McLeod's passport was issued to "Charlotte Frances McLeod, a female."

==Marriage and family life==
McLeod was married at age 34 in Miami, Florida. Since Florida marriage law does not require a birth certificate for individuals 21 and over, McLeod was allowed to marry a man despite being legally male. McLeod's husband, Ralph H. Heidal, was from New York and was 36 years old when he married McLeod. The couple were married on October 11, 1959.

===Relationship with father===
McLeod's father, Charles McLeod Sr., worked in insurance. He and McLeod's mother divorced and were each remarried. Charles had two other daughters with his second wife. Originally, Charles was against McLeod's operation because American doctors had warned him it would be dangerous for McLeod's health. When he learned that a Memphis psychiatrist was giving her hormones, he walked out of the office in disgust. Because of the threat that surgery would have to McLeod's life, Charles told McLeod that he would not help her.

However, after McLeod returned, her father stated: “I was opposed to the operation, but now that it’s over, I’m ready to support Charlotte as my daughter.” He was also quoted saying other supportive claims such as:

“It's a little hard to get used to after all these years. But I will, you can bet on that.”

“I guess he always wanted to be a girl.”

“I was happy to see her. I hope that this change will be better. I hope she'll be happy.”

==Comparisons to Christine Jorgensen==
Christine Jorgensen was the first widely known transgender woman to travel to Denmark in order to have operations that would allow her to transition from male to female. McLeod had stated to newspapers that she had planned to go to Denmark to receive surgery before Jorgensen.

McLeod was known to have a dislike towards Jorgensen. At one of her one-woman shows, she was quoted saying: "I just wish she'd come in here some night so I could yell 'Check your hat, mister'."

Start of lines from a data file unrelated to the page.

//! Idempotency keys: a request to start a run that is repeated starts nothing twice.
//!
//! A key and the run it stands for are on stable storage before the run is started. A daemon
//! that dies in between finds, when the request is repeated, a key whose run has no record, and
//! starts it then under the same id.
//!
//! Invariants: one key stands for one request and one run, over restarts of the daemon.

use std::collections::BTreeSet;
use std::fs::{self, File};
use std::io::{self, Write as _};
use std::path::{Path, PathBuf};
use std::sync::{Arc, Mutex, MutexGuard, PoisonError};
use std::time::{Duration, SystemTime};

use serde::{Deserialize, Serialize};
use sha2::{Digest as _, Sha256};
use uuid::Uuid;

/// The folder in the records folder.
const FOLDER: &str = ".keys";
/// How long a key is remembered.
const REMEMBERED: Duration = Duration::from_secs(30 * 24 * 3600);
/// Longest key.
const KEY_CHARS_MAX: usize = 255;

/// The keys of a records folder.
#[derive(Debug)]
pub(crate) struct Keys {
    folder: PathBuf,
    in_use: Arc<Mutex<BTreeSet<String>>>,
}

/// What a key stands for.
#[derive(Debug, Clone, PartialEq, Eq, Serialize, Deserialize)]
#[serde(deny_unknown_fields)]
struct Entry {
    /// The run.
    run: Uuid,
    /// SHA-256 of the request's body.
    request: String,
}

/// What becomes of a request with a key.
#[derive(Debug)]
pub(crate) enum Claim {
    /// It is the first, or the one that was cut off: start this run, and hold the claim meanwhile.
    Start(Uuid, Held),
    /// It has been answered: this is its run.
    Repeated(Uuid),
    /// The key was used for another request.
    Reused,
    /// The same request is being answered.
    InUse,
}

/// A key while its request is being answered.
#[derive(Debug)]
pub(crate) struct Held {
    key: String,
    in_use: Arc<Mutex<BTreeSet<String>>>,
}

impl Drop for Held {
    fn drop(&mut self) {
        lock(&self.in_use).remove(&self.key);
    }
}

fn lock(in_use: &Mutex<BTreeSet<String>>) -> MutexGuard<'_, BTreeSet<String>> {
    in_use.lock().unwrap_or_else(PoisonError::into_inner)
}

/// Whether a text can be a key.
pub(crate) fn is_key(text: &str) -> bool {
    (1..=KEY_CHARS_MAX).contains(&text.len())
        && text.bytes().all(|byte| (0x20..0x7f).contains(&byte))
}

impl Keys {
    /// Those of a records folder; forgets old ones.
    pub(crate) fn open(records: &Path, now: SystemTime) -> io::Result<Self> {
        let folder = records.join(FOLDER);
        fs::create_dir_all(&folder)?;
        for entry in fs::read_dir(&folder)? {
            let entry = entry?;
            let age = entry
                .metadata()
                .and_then(|data| data.modified())
                .map(|written| now.duration_since(written).unwrap_or_default());
            if age.is_ok_and(|age| age > REMEMBERED) {
                fs::remove_file(entry.path())?;
            }
        }
        Ok(Self {
            folder,
            in_use: Arc::default(),
        })
    }

    /// What becomes of a request with this key and body. `fresh` is the id of a run to start;
    /// `is_started` tells whether a run has a record.
    pub(crate) fn claim(
        &self,
        key: &str,
        body: &[u8],
        fresh: Uuid,
        is_started: impl FnOnce(Uuid) -> bool,
    ) -> io::Result<Claim> {
        let name = sha256(key.as_bytes());
        if !lock(&self.in_use).insert(name.clone()) {
            return Ok(Claim::InUse);
        }
        let held = Held {
            key: name.clone(),
            in_use: Arc::clone(&self.in_use),
        };
        let path = self.folder.join(&name);
        let wanted = Entry {
            run: fresh,
            request: sha256(body),
        };
        let found = match fs::read(&path) {
            // A key that was cut off while being written stands for nothing.
            Ok(text) => serde_json::from_slice::<Entry>(&text).ok(),
            Err(error) if error.kind() == io::ErrorKind::NotFound => None,
            Err(error) => return Err(error),
        };
        match found {
            Some(found) if found.request != wanted.request => Ok(Claim::Reused),
            Some(found) if is_started(found.run) => Ok(Claim::Repeated(found.run)),
            Some(found) => Ok(Claim::Start(found.run, held)),
            None => {
                store(&self.folder, &path, &wanted)?;
                Ok(Claim::Start(fresh, held))
            }
        }
    }

    /// Forgets a key whose request started nothing.
    pub(crate) fn forget(&self, held: &Held) {
        // Left behind, it does no harm: its run has no record.
        let _ = fs::remove_file(self.folder.join(&held.key));
    }
}

/// Puts a key on stable storage in one stroke.
fn store(folder: &Path, path: &Path, entry: &Entry) -> io::Result<()> {
    let part = path.with_extension("part");
    let mut file = File::create(&part)?;
    file.write_all(&serde_json::to_vec(entry)?)?;
    file.sync_all()?;
    fs::rename(&part, path)?;
    // A folder can be flushed on Unix only; elsewhere the system does it by itself.
    #[cfg(unix)]
    File::open(folder)?.sync_all()?;
    #[cfg(not(unix))]
    let _ = folder;
    Ok(())
}

fn sha256(bytes: &[u8]) -> String {
    let hash = Sha256::digest(bytes);
    hash.iter()
        .flat_map(|byte| [byte >> 4, byte & 0xf])
        .filter_map(|digit| char::from_digit(u32::from(digit), 16))
        .collect()
}

#[cfg(test)]
mod tests;
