//! Why a daemon could not start, or did not end well.

use std::io;
use std::net::SocketAddr;
use std::path::PathBuf;

/// Why a daemon could not start, or did not end well.
#[derive(Debug, thiserror::Error)]
pub enum DaemonError {
    /// Something on the network could reach the sinks without a token.
    #[error(
        "{listen} can be reached from other machines and there is no token; give a token file, or listen on 127.0.0.1"
    )]
    NoToken {
        /// The address asked for.
        listen: SocketAddr,
    },
    /// The token file cannot be used.
    #[error(transparent)]
    Tokens(#[from] crate::config::TokensError),
    /// The address cannot be listened on.
    #[error(
        "cannot listen on {listen}: {source}; is another daemon running? choose another address"
    )]
    Listen {
        /// The address asked for.
        listen: SocketAddr,
        /// What the operating system says.
        source: io::Error,
    },
    /// The records folder cannot be used.
    #[error("cannot use the records folder {}: {source}; create it, or make it writable", path.display())]
    Records {
        /// The folder.
        path: PathBuf,
        /// What the operating system says.
        source: io::Error,
    },
    /// Another daemon keeps its records there.
    #[error("another daemon uses the records folder {}; end it, or give another folder", path.display())]
    RecordsInUse {
        /// The folder.
        path: PathBuf,
    },
    /// An entry of the bench file gives no sink.
    #[error("sink `{sink}` cannot be served: {reason}")]
    Sink {
        /// The sink's name.
        sink: String,
        /// Why, and the mend.
        reason: String,
    },
    /// The operating system refuses a thread or a signal handler.
    #[error("the operating system refuses {what}: {source}")]
    System {
        /// What was asked for.
        what: &'static str,
        /// What it says.
        source: io::Error,
    },
}
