//! The process: everything started in order, everything ended in order.
//!
//! Start: the records folder is taken, open records are dealt with, then each sink gets its
//! worker, then the interface is opened. End: every sink is told `off` first; then runs are
//! closed, records sealed, the interface closed. None of it takes longer than five seconds.

use std::net::SocketAddr;
use std::sync::Arc;
use std::sync::atomic::{AtomicBool, AtomicI64};
use std::thread::{self, JoinHandle};
use std::time::Duration;

use quantity::{HostTime, Span};
use run::KeeperConfig;
use run::keeper::Keeper;
use sequencer::event::Interlock;
use sink::bench::SinkEntry;
use sink::leads::two_wire_resistance;
use tokio::net::TcpListener;
use tokio::runtime::{Builder, Runtime};
use tokio::sync::watch;
use transport::port::HostClock;

use crate::app::{App, Bounds};
use crate::by_hand::Hands;
use crate::calibrating::Calibrations;
use crate::calibration::{self, Calibration};
use crate::certificates::Certificates;
use crate::config::Config;
use crate::context::Context;
use crate::error::DaemonError;
use crate::http;
use crate::keys::Keys;
use crate::latches;
use crate::notify::Notifier;
use crate::records::Records;
use crate::recovery::{Resumption, recover};
use crate::sinks::SinkHandle;
use crate::sketch::Sketches;
use crate::worker::{self, Ask, Begin, Face, Snapshot, Worker, WorkerParts};

/// How long workers may take to end.
const WORKERS_MAX: Span = Span::from_millis(3_000);
/// How long records may take to be sealed after that.
const SEALING_MAX: Span = Span::from_millis(1_500);
/// How long requests may take to end after that.
const REQUESTS_MAX: Duration = Duration::from_millis(200);
/// How often it is looked whether something has ended.
const LOOK: Duration = Duration::from_millis(5);
/// Threads that answer requests; none of them does anything slow.
const ANSWERING_THREADS: usize = 2;
/// Threads for what is slow.
const SLOW_THREADS: usize = 16;

/// A daemon that is at work.
///
/// Dropped without [`Daemon::stop`], its workers go on until the process ends.
#[derive(Debug)]
pub struct Daemon {
    address: SocketAddr,
    app: Arc<App>,
    workers: Vec<JoinHandle<()>>,
    ending: watch::Sender<bool>,
    runtime: Runtime,
}

/// Serves a bench until the process is told to end (SIGINT or SIGTERM); `ready` is told the
/// address once it can be asked.
///
/// # Errors
/// [`DaemonError`] if it cannot start.
pub fn serve(config: Config, ready: impl FnOnce(SocketAddr)) -> Result<(), DaemonError> {
    let daemon = Daemon::start(config)?;
    ready(daemon.address());
    daemon.wait_for_signal()?;
    daemon.stop();
    Ok(())
}

impl Daemon {
    /// Starts to serve a bench.
    ///
    /// # Errors
    /// [`DaemonError`] if something it needs is not there.
    pub fn start(config: Config) -> Result<Self, DaemonError> {
        config.check()?;
        let clock = HostClock::start();
        let now = clock.now();
        let records = Records::take(&config.records)?;
        let keys = Keys::open(&config.records, std::time::UNIX_EPOCH + since_1970(now)).map_err(
            |source| DaemonError::Records {
                path: config.records.clone(),
                source,
            },
        )?;
        let notifier = Notifier::start(config.notify.clone())?;
        let context = Arc::new(Context::new(since_1970(now).as_secs(), notifier));
        let is_ours = |name: &str| config.bench.sink(name).is_some();
        let mut resumptions = recover(&records, is_ours, &context, now);

        let runtime = runtime()?;
        let listener = listen(&runtime, config.listen)?;
        let address = listener
            .local_addr()
            .map_err(|source| DaemonError::Listen {
                listen: config.listen,
                source,
            })?;
        let mut sinks = Vec::new();
        let mut workers = Vec::new();
        for entry in &config.bench.sinks {
            let place = resumptions.iter().position(|one| one.sink == entry.name);
            let resumption = place.map(|place| resumptions.swap_remove(place));
            let tripped_by = latches::latched_by(&records, &entry.name);
            let (handle, worker) =
                start_sink(entry, &config, &context, clock, resumption, tripped_by)?;
            sinks.push(handle);
            workers.push(worker);
        }
        let (ending, ended) = watch::channel(false);
        let app = Arc::new(App {
            bench: config.bench.name.clone(),
            host: host_name(),
            software: format!("sinkwarden {}", env!("CARGO_PKG_VERSION")),
            sinks,
            records,
            sketches: Sketches::default(),
            keys,
            hands: Hands::default(),
            calibrations: Calibrations::default(),
            certificates: Certificates::beside(&config.bench_path),
            context,
            clock,
            tokens: config.tokens,
            host_names: config.host_names,
            ending: ended.clone(),
            bounds: Bounds::new(),
        });
        let router = http::router(Arc::clone(&app));
        runtime.spawn(http::serving::serve(listener, router, ended));
        tracing::info!("listening on http://{address}");
        Ok(Self {
            address,
            app,
            workers,
            ending,
            runtime,
        })
    }

    /// Where it listens.
    pub fn address(&self) -> SocketAddr {
        self.address
    }

    /// Turns every sink off, ends runs as stopped, seals their records, and ends.
    pub fn stop(self) {
        for sink in &self.app.sinks {
            if let Err(refused) = sink.commands.give(Ask::End) {
                tracing::error!("sink `{}`: {refused}", sink.name());
            }
        }
        self.ending.send_replace(true);
        let all_ended = || self.workers.iter().all(JoinHandle::is_finished);
        if !self.wait_until(all_ended, WORKERS_MAX) {
            tracing::error!("a sink's worker has not ended; its sink's deadman turns it off");
        }
        let sealed = || !self.app.context.is_finishing();
        if !self.wait_until(sealed, SEALING_MAX) {
            tracing::warn!("a record is not sealed yet; it is when the daemon starts again");
        }
        self.runtime.shutdown_timeout(REQUESTS_MAX);
    }

    fn wait_for_signal(&self) -> Result<(), DaemonError> {
        let told = self.runtime.block_on(told_to_end());
        told.map_err(|source| DaemonError::System {
            what: "a signal handler",
            source,
        })
    }

    #[expect(
        clippy::disallowed_methods,
        reason = "the thread that ends the process has nothing else to do"
    )]
    fn wait_until(&self, is_so: impl Fn() -> bool, most: Span) -> bool {
        let latest = self.app.clock.now().saturating_add(most);
        while !is_so() {
            if self.app.clock.now() >= latest {
                return false;
            }
            thread::sleep(LOOK);
        }
        true
    }
}

#[cfg(unix)]
async fn told_to_end() -> std::io::Result<()> {
    use tokio::signal::unix::{SignalKind, signal};
    let mut terminate = signal(SignalKind::terminate())?;
    let mut interrupt = signal(SignalKind::interrupt())?;
    let mut hang_up = signal(SignalKind::hangup())?;
    tokio::select! {
        _ = terminate.recv() => {}
        _ = interrupt.recv() => {}
        _ = hang_up.recv() => {}
    }
    Ok(())
}

#[cfg(not(unix))]
async fn told_to_end() -> std::io::Result<()> {
    tokio::signal::ctrl_c().await
}

fn runtime() -> Result<Runtime, DaemonError> {
    Builder::new_multi_thread()
        .worker_threads(ANSWERING_THREADS)
        .max_blocking_threads(SLOW_THREADS)
        .thread_name("http")
        .enable_all()
        .build()
        .map_err(|source| DaemonError::System {
            what: "threads to answer requests",
            source,
        })
}

fn listen(runtime: &Runtime, listen: SocketAddr) -> Result<TcpListener, DaemonError> {
    runtime
        .block_on(TcpListener::bind(listen))
        .map_err(|source| DaemonError::Listen { listen, source })
}

/// Starts the worker of a sink, with the run to be taken up, if there is one.
fn start_sink(
    entry: &SinkEntry,
    config: &Config,
    context: &Arc<Context>,
    clock: HostClock,
    resumption: Option<Resumption>,
    tripped_by: Option<Interlock>,
) -> Result<(SinkHandle, JoinHandle<()>), DaemonError> {
    let Calibration {
        correction,
        value: certificate,
        certificate: certified,
    } = calibration::load(entry, &config.bench_path)?;
    // Leads in no table are told by the check of every sequence.
    let leads = two_wire_resistance(entry).unwrap_or_default();
    let correction = correction.with_leads(leads);
    let keeper_config = KeeperConfig::for_sink(entry).map_err(|error| DaemonError::Sink {
        sink: entry.name.clone(),
        reason: error.to_string(),
    })?;
    let not_before = resumption.as_ref().map(|run| run.at);
    let link = worker::open(entry, config.time_factor, not_before)?;
    let face = Face::new(entry, link.time_factor, certificate.is_some());
    let begun = link.link.now();
    let (view, snapshot) = watch::channel(Arc::new(Snapshot {
        view: face.view(begun),
        description: None,
    }));
    let virtual_time = Arc::new(AtomicI64::new(begun.micros()));
    let reserved = Arc::new(AtomicBool::new(false));
    let handle = SinkHandle {
        entry: entry.clone(),
        correction,
        certificate,
        certified,
        commands: link.commands.clone(),
        snapshot,
        reserved,
        virtual_time: Arc::clone(&virtual_time),
        clock,
    };
    if let Some(resumption) = resumption {
        take_up(&handle, resumption);
    }
    let worker = Worker::new(WorkerParts {
        face,
        keeper: Keeper::new(keeper_config, session_number(begun)),
        link,
        correction,
        free_bytes_min: entry
            .interlocks
            .record
            .free_space_mb
            .saturating_mul(1_000_000),
        tripped_by,
        view,
        time: virtual_time,
        context: Arc::clone(context),
    });
    let thread = thread::Builder::new()
        .name(format!("sink-{}", entry.name))
        .spawn(move || worker.run())
        .map_err(|source| DaemonError::System {
            what: "a thread for a sink",
            source,
        })?;
    Ok((handle, thread))
}

/// The worker's first command: to go on with a run.
fn take_up(sink: &SinkHandle, resumption: Resumption) {
    let Some(reservation) = sink.reserve() else {
        return;
    };
    let begin = Begin {
        id: resumption.id,
        folder: resumption.folder,
        plan: resumption.plan,
        sequencer: resumption.sequencer,
        writer: resumption.writer,
        started: resumption.started,
        resumed: true,
        reservation,
        answer: None,
    };
    if let Err(refused) = sink.commands.give(Ask::Begin(Box::new(begin))) {
        tracing::error!("sink `{}`: the run is not taken up: {refused}", sink.name());
    }
}

/// A session number that the sink has not met before: tenths of a second on the calendar, which
/// come round after thirteen years.
fn session_number(now: HostTime) -> u32 {
    let tenths = now
        .micros()
        .div_euclid(100_000)
        .rem_euclid(i64::from(u32::MAX));
    u32::try_from(tenths).unwrap_or(1).max(1)
}

fn since_1970(now: HostTime) -> Duration {
    Duration::from_micros(now.saturating_since(HostTime::ZERO).micros())
}

/// The name of this host, as records have it; `unknown` where the system does not say.
pub fn host_name() -> String {
    std::fs::read_to_string("/proc/sys/kernel/hostname")
        .ok()
        .map(|name| name.trim().to_owned())
        .or_else(|| std::env::var("COMPUTERNAME").ok())
        .or_else(|| std::env::var("HOSTNAME").ok())
        .filter(|name| !name.is_empty())
        .unwrap_or_else(|| "unknown".to_owned())
}
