def _pack(of: str, value: Any) -> bytes:
    if of in WORDS:
        return struct.pack("<I", WORDS[of].index(value))
    if of == "counters":
        return struct.pack("<11Q", *(value[name] for name in COUNTERS))
    if " " not in of:
        values = value if of == "4d" else (value,)
        if of[-1] == "d":
            _finite(*values)
        return struct.pack("<" + of, *values)
    what, bound = of.split()
    data = value.encode() if what == "text" else bytes.fromhex(value)
    if what == "hex" and len(data) != int(bound) or len(data) > int(bound):
        raise ValueError(f"{len(data)} bytes, {bound} fit")
    return data if what == "hex" else struct.pack("<H", len(data)) + data


def _unpack(of: str, data: bytes, at: int) -> Tuple[Any, int]:
    if of in WORDS:
        (number,) = struct.unpack_from("<I", data, at)
        if number >= len(WORDS[of]):
            raise ValueError(f"there is no {of} {number}")
        return WORDS[of][number], at + 4
    if of == "counters":
        return dict(zip(COUNTERS, struct.unpack_from("<11Q", data, at))), at + 88
    if " " not in of:
        values = struct.unpack_from("<" + of, data, at)
        if of[-1] == "d":
            _finite(*values)
        return list(values) if of == "4d" else values[0], at + struct.calcsize("<" + of)
    what, bound = of.split()
    count = int(bound)
    if what != "hex":
        (count,) = struct.unpack_from("<H", data, at)
        at += 2
    if count > int(bound) or at + count > len(data):
        raise ValueError(f"states {count} bytes, {min(int(bound), len(data) - at)} can be there")
    piece = data[at:at + count]
    return piece.decode() if what == "text" else piece.hex(), at + count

McLeod's story was written in the press to be very different from Jorgensen's. Generally, Jorgensen was presented as a positive example of a trans woman, while McLeod was often mocked by the press. Time magazine wrote: "Charlotte's story resembles Christine's. He was a sensitive boy, quiet and lonely, with a penchant for dressing up in women’s clothing. Like Christine, he was drafted into the Army; unlike Christine, he found it too hard."

McLeod stated that since controversy arose from Jorgensen's transformation, she had to go about hers in secret.

Jorgensen, when told about McLeod, said she had no advice to give: "People get exactly what they give out. I feel that a person makes his own way and his attitudes are reflected through other people. I cannot offer advice to anyone else. I can say only what I have done. At all times, I have conducted myself like a lady."

==Press==
An incident between McLeod and the press was discussed frequently in many articles just after her arrival to America from Denmark. Upon returning home, McLeod was being photographed leaving the Hotel Statler, where she was staying. Overwhelmed by all the chaos, McLeod hit a photographer by the name of Glenn D. Everett with her umbrella. McLeod declined going to the hospital afterwards despite her stomach pains.

During the incident, McLeod was quoted stating: "Go away...I can't say anything."

Everyone involved in the incident was taken to the police station.

Charges of assault against McLeod were initially filed but were then taken down.

==Autobiography==
McLeod published an autobiography discussing her life and her transition in Mr. Magazine. In her autobiography she discussed issues such as the distinction between homosexuals and drag queens. She also displayed a dislike towards New Orleans gay counterculture, stating: “I was appalled at their insincerity, insecurity, and promiscuity practiced among them. I did feel a great sympathy for many of these young men and women who I met, but I could find no peace of mind among them.”